# Технологии и коммуникации > Софт. Железо > Софт >  Powercom избавила участников DreamHack от проблем с электричеством

## Labs

Компания Powercom (www.pcm.ru) защитила компьютерное оборудование участников финала чемпионата по компьютерным играм DreamHack Moscow 2014, прошедшего 13 и 14 сентября, в Stadium Live и собравшего около 6000 зрителей. Команды со всего мира сражались здесь за первенство в дисциплинах Point Blank, Dota 2 и Starcraft 2. Призовой фонд составил $90 тыс.

Для защиты компьютеров от скачков напряжения и отключения электропитания использовались ИБП Spider SPD-850U. Они отличаются наличием большого количества розеток (4 - с полноценной батарейной поддержкой и 4 - с фильтрацией помех), имеют стабилизатор напряжения с диапазоном регулирования от 140 до 300 В и новейший микропроцессор, позволяющий реализовать более длительный срок службы аккумуляторной батареи. 
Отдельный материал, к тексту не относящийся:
"""A long, narrow table set in two columns per page, so every row is printed in half the pages.

Rows read down the left column, then down the right one, page by page; each
column carries the table's header row. The rows of one page are decided when
the frame splits the flowable, from the row heights of the table as laid out at
the column width, so nothing is ever cut or reordered.
"""

from __future__ import annotations

import math
from itertools import accumulate
from typing import Callable

from reportlab.platypus import Flowable, Table

from sheets.report.document import layout_only
from sheets.report.plain_table import PlainTable

GAP = 10.0  # points between the two columns


class TwoColumnTable(Flowable):
    """``make(rows)`` builds one column's table (header included, fixed column widths) of ``rows``."""

    def __init__(self, make: Callable[[list], Table | PlainTable], rows: list, space_after: float = 0.0,
                 measured: tuple[float, float, list[float], int] | None = None):
        super().__init__()
        self.make = make
        self.rows = rows
        self.spaceAfter = space_after
        # (width, header height, running sums of the row heights of the whole table, where this piece's rows
        # start in it): the pieces of a split share one measure, never laid out or summed again
        self._measured = measured

    def _column_width(self, avail: float) -> float:
        return (avail - GAP) / 2

    def _measure(self, avail: float) -> tuple[float, list[float], int]:
        """(header height, 0 and the running sums of the row heights at the column width, first row)."""
        if self._measured is None or self._measured[0] != avail:
            head, heights = row_heights(self.make(self.rows), self._column_width(avail))
            self._measured = (avail, head, [0.0, *accumulate(heights)], 0)
        return self._measured[1:]

    def _height(self, avail: float, k: int) -> float:
        """Height of a page holding rows[:k] on the left and rows[k:2k] on the right."""
        head, running, first = self._measure(avail)
        left = running[first + min(k, len(self.rows))]
        right = running[first + min(2 * k, len(self.rows))]
        return head + max(left - running[first], right - left)

    def wrap(self, aW, aH):
        self.width, self.height = aW, self._height(aW, math.ceil(len(self.rows) / 2))
        return self.width, self.height

    def split(self, aW, aH):
        # the rows a column takes, by halving: ``low`` always fits (or is 0), and with rows of one height (the
        # page height then grows with k) it is the most that fit
        low, high = 0, math.ceil(len(self.rows) / 2)
        while low < high:
            k = (low + high + 1) // 2
            if self._height(aW, k) <= aH:
                low = k
            else:
                high = k - 1
        k = low
        if k == 0:
            return []  # not even one row under the header: start on the next page
        if 2 * k >= len(self.rows):
            return [self]
        head, running, first = self._measure(aW)
        return [TwoColumnTable(self.make, self.rows[:2 * k], 0.0, (aW, head, running, first)),
                TwoColumnTable(self.make, self.rows[2 * k:], self.spaceAfter, (aW, head, running, first + 2 * k))]

    def draw(self):
        if layout_only(self.canv):
            return  # a pass that only finds where things land (see document.SheetDocument.multiBuild)
        k = math.ceil(len(self.rows) / 2)
        col = self._column_width(self.width)
        for i, part in enumerate((self.rows[:k], self.rows[k:])):
            if not part:
                continue
            t = self.make(part)
            _, h = t.wrap(col, self.height)
            t.drawOn(self.canv, i * (col + GAP), self.height - h)


def row_heights(t: Table | PlainTable, width: float) -> tuple[float, list[float]]:
    """(height of the caption and header rows every column repeats, each body row's height) at ``width``."""
    if isinstance(t, PlainTable):
        return t.heights()
    t.wrap(width, 1e9)
    heights = list(t._rowHeights)
    return sum(heights[:t.repeatRows]), heights[t.repeatRows:]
Источники бесперебойного питания Powercom Spider показали себя с наилучшей стороны, о чем уже заявили организаторы турнира DreamHack. По их словам, благодаря SPD-850U не пришлось отвлекаться от накала страстей в турнирах и волноваться о проблемах связанных с перебоями подачи электричества. 
Игровой фестиваль DreamHack в 2014 году впервые приехал в Россию. Высокий уровень проведения мероприятия, обусловленный в том числе и отсутствием проблем с электропитанием, а также большой интерес со стороны зрителей, позволяют надеяться на то, что и в 2015 году Москва будет снова выбрана местом проведения финального этапа этого популярнейшего игрового турнира. 

Профессиональные игроки в компьютерные игры традиционно предъявляет наиболее жесткие требования к качеству работы оборудования. Поэтому положительный результат сотрудничества компании Powercom с организаторами DreamHack можно считать подтверждением высочайшей надежности ИБП Spider.

----------